Using rollup tables to aggregate data in large datasets16 Jul 2013
A myriad of features may prompt the need to aggregate your data, like showing an average score based on multiple values, or even simply showing the amount of entries that abide to a certain condition. Usually this is a trivial query, but this is often untrue when dealing with a huge dataset.
What's the problem with a large dataset?
In moderately sized datasets, you could just construct a query using MySQL's aggregate functions, like:
SELECT COUNT(*) FROM products WHERE category = 'accessories' AND color = 'green'
Obviously, the above query would return all entries that, for columns
color, have the values 'accessories' and 'green'. It would do so by looping all entries in this table, comparing the values for
color to those respective values.
In a table with only a few hundred entries, this is easy. You can imagine that once the amount of entries in a table grows to millions, looping all entries is not a terribly bright idea, as it will take MySQL quite some time and effort to calculate that result. Once once the rate of requests outgrows the rate MySQL is able to respond to those requests, you're done.
One solution could be to add accurate indexes. MySQL can then promptly return the requested amount without having to put much effort into it, since those indexes would save it from having to loop all entries. If the conditions grow complex, however, you may find it gets increasingly less sane, if at all possible, to attempt to fix the problem by applying an index to the conditional columns.
Rollup tables are tables where totals for (combinations of) conditions are saved. A "summary table", that holds pre-aggregated values for all conditions you may need to fetch totals for.
If your data table has millions of entries, you can imagine it makes more sense directing your queries against a very small rollup table, than at the huge primary dataset.

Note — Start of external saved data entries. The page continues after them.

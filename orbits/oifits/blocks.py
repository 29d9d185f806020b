"""FITS as a row of header and data units (HDUs), each read whole and checked for its size.

Only the container is handled here (FITS Standard 4.0; Pence et al. 2010, A&A 524, A42): headers
become a `Header`, data stay bytes. A size is believed only as far as the file goes.
"""

import gzip
import math
import mmap
import os
from collections.abc import Iterator
from dataclasses import dataclass
from pathlib import Path

from astropy.io import fits

from ..errors import InputError
from .header import Header

BLOCK = 2880
MAX_HEADER_BLOCKS = 2000  # 72 000 cards; a header without END must not swallow the whole file
MAX_HDUS = 20_000
PIECE = 2**26
"""Bytes that are decompressed at a time."""
LARGE = 2**20
"""Bytes of data from which on they are mapped into memory instead of copied there."""


@dataclass(frozen=True)
class HDU:
    """One header and data unit."""

    number: int
    """0 is the primary HDU."""
    header: Header
    raw_header: bytes
    data: bytes | memoryview
    """Without the padding to whole blocks."""

    @property
    def name(self) -> str:
        """EXTNAME, in upper case; "" without one."""
        return self.header.text("EXTNAME").upper()

    @property
    def label(self) -> str:
        """How messages call it; "" for the primary HDU, which stands for the whole file."""
        return f"{self.name} (HDU {self.number})" if self.number else ""

    @property
    def raw(self) -> bytes:
        """The bytes of the HDU as they stand in a file."""
        return self.raw_header + bytes(self.data) + b"\0" * (-len(self.data) % BLOCK)


def read_hdus(path: Path) -> Iterator[HDU]:
    """Yield the HDUs of a FITS file, plain or compressed with gzip, one by one.

    Raises
    ------
    InputError
        If the file cannot be opened, is not FITS, is cut short, or contradicts itself.
    """
    try:
        with open(path, "rb") as plain:
            compressed = plain.read(2) == b"\x1f\x8b"
            plain.seek(0)
            if compressed:
                with gzip.open(plain) as handle:
                    yield from _hdus(path, handle)
            else:
                yield from _hdus(path, plain)
    except FileNotFoundError:
        raise InputError(f"{path}: no such file") from None
    except (OSError, EOFError, gzip.zlib.error) as error:
        raise InputError(f"{path}: cannot be read: {error}") from error


def _hdus(path: Path, handle) -> Iterator[HDU]:
    for number in range(MAX_HDUS):
        raw = _read_header(path, handle, number)
        if raw is None:
            return
        header = _parse(path, raw, number)
        size = _data_size(path, header, number)
        data = _read(handle, size)
        if data is None:
            raise InputError(
                f"{path}: cut short in HDU {number}, whose header announces {size} bytes of data; "
                "get a fresh copy"
            )
        handle.read(-size % BLOCK)
        yield HDU(number, header, raw, data)
    raise InputError(f"{path}: more than {MAX_HDUS} HDUs")


def _read(handle, size: int) -> bytes | memoryview | None:
    """`size` bytes; None if there are fewer, found out without asking for memory beyond them."""
    if isinstance(handle, gzip.GzipFile):
        pieces, left = [], size
        while left:
            pieces.append(handle.read(min(left, PIECE)))
            if not pieces[-1]:
                return None
            left -= len(pieces[-1])
        return b"".join(pieces)
    start = handle.tell()
    if size > os.fstat(handle.fileno()).st_size - start:
        return None
    if size < LARGE:
        return handle.read(size)
    before = start % mmap.ALLOCATIONGRANULARITY  # a map starts at a whole page
    pages = mmap.mmap(
        handle.fileno(), before + size, offset=start - before, access=mmap.ACCESS_READ
    )
    handle.seek(start + size)
    return memoryview(pages)[before:]


def _read_header(path: Path, handle, number: int) -> bytes | None:
    """The bytes of the next header; None at the end of the file."""
    blocks: list[bytes] = []
    while len(blocks) < MAX_HEADER_BLOCKS:
        block = handle.read(BLOCK)
        if not blocks:
            if number == 0 and not block.startswith(b"SIMPLE  ="):
                raise InputError(f"{path}: not a FITS file")
            if number > 0 and not block.startswith(b"XTENSION"):
                return None  # the standard allows anything after the last HDU, to be ignored
        if len(block) < BLOCK:
            raise InputError(f"{path}: cut short in the header of HDU {number}; get a fresh copy")
        blocks.append(block)
        if any(block[i : i + 8] == b"END     " for i in range(0, BLOCK, 80)):
            return b"".join(blocks)
    raise InputError(f"{path}: the header of HDU {number} has no END")


def _parse(path: Path, raw: bytes, number: int) -> Header:
    try:
        return Header(raw)
    except (ValueError, fits.VerifyError, KeyError, TypeError) as error:
        raise InputError(f"{path}: the header of HDU {number} cannot be read: {error}") from error


def _data_size(path: Path, header: Header, number: int) -> int:
    """Bytes of data that the header announces."""

    def whole(keyword: str, default: int | None = None) -> int:
        value = header.get(keyword)
        if value is None and default is not None and keyword not in header:
            return default
        if isinstance(value, bool) or not isinstance(value, int) or value < 0:
            if keyword == "BITPIX" and value in (-32, -64):
                return -value
            raise InputError(f"{path}: HDU {number}: keyword {keyword} is {value!r}, not a size")
        return value

    axes = whole("NAXIS")
    if axes > 999:
        raise InputError(f"{path}: HDU {number}: keyword NAXIS is {axes}, more than FITS allows")
    if axes == 0:
        return 0
    elements = math.prod(whole(f"NAXIS{axis}") for axis in range(1, axes + 1))
    return whole("BITPIX") // 8 * whole("GCOUNT", 1) * (whole("PCOUNT", 0) + elements)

An example rollup table could look like this:
Assuming you accurately keep these totals in sync with the atomic source data in
products, you'd be much better of executing this query:
SELECT total FROM products_rollup WHERE category = 'accessories' AND color = 'green'
Keeping rollup data in sync
You'll always want the rollup table's totals to accurately reflect the data in the source data's table, and keeping them in sync is definitely the biggest challenge. For every new insert, update or delete in the primary table, an update to several rows in the rollup table may be needed. To achieve this, you'll need to add some additional logic to your application.
In it's most basic form, you could recalculate all rollup values immediately after updating data in the source table. What you'd do is query the source table (in our example,
GROUP BY the rollup columns. MySQL will loop all source records and respond with up-to-date rollup values, which you can immediately write to your rollup table:
REPLACE INTO products_rollup SELECT category, color, COUNT(*) FROM products GROUP BY category, color
This is the easiest approach to keep your data in sync where, no matter what you change to your source table's data, all rollup data will accurately be updated.
The downside, however, is that you still perform this rather expensive query, that loops all entries in the source table. All reads will target the rollup table, but now every write will result in this hefty query. If you're in a write-heavy environment, this too may eventually lead to trouble.
Letting MySQL recalculate all rollup values is needlessly intensive. If we know exactly what changes, we can simply update only those specific rollup values.
Imagine that we add a new red accessory to our products table: we don't need to recalculate all values, we can just increase the rollup value for accessories/red with 1. All other rollup values can remain unchanged.
Although it's slightly more work to implement than the full recalc, this too can be done generic. For every single update to the source table, the relevant changes to the rollup table can be deduced. All we need to do is perform 1 read query to the source table before updating the data, and 1 after. Then we know the original and updated values, and know exactly which rollup values to update.
For starters, we would query the source table this entry's columns relevant to the rollup table:
SELECT category, color FROM products WHERE id = 1
This could, for example, return:
After this, we update an entry, e.g.:
UPDATE products SET category = 'shirts', color = 'blue' WHERE id = 1
And now, again, we issue another read-query for this entry, to identify which to the rollup table relevant values have changed:
SELECT category, color FROM products WHERE id = 1
This would now return:
Now we know exactly what rollups should change. The entry was originally shirts/green. It is not anymore, so we should deduct this one entry from that total for shirts/green. Since the entry is now shirts/blue, we should increase that rollup:
UPDATE products_rollup SET value = value - 1 WHERE category = 'shirts' AND color = 'green' UPDATE products_rollup SET value = value + 1 WHERE category = 'shirts' AND color = 'blue'
You'll probably have noticed that this approach results in a couple of additional queries, none of which is expensive to execute, though. The 2 read queries can efficiently use the (primary key) index on the source table's id column, and both update queries are better than replacing all values in the rollup table.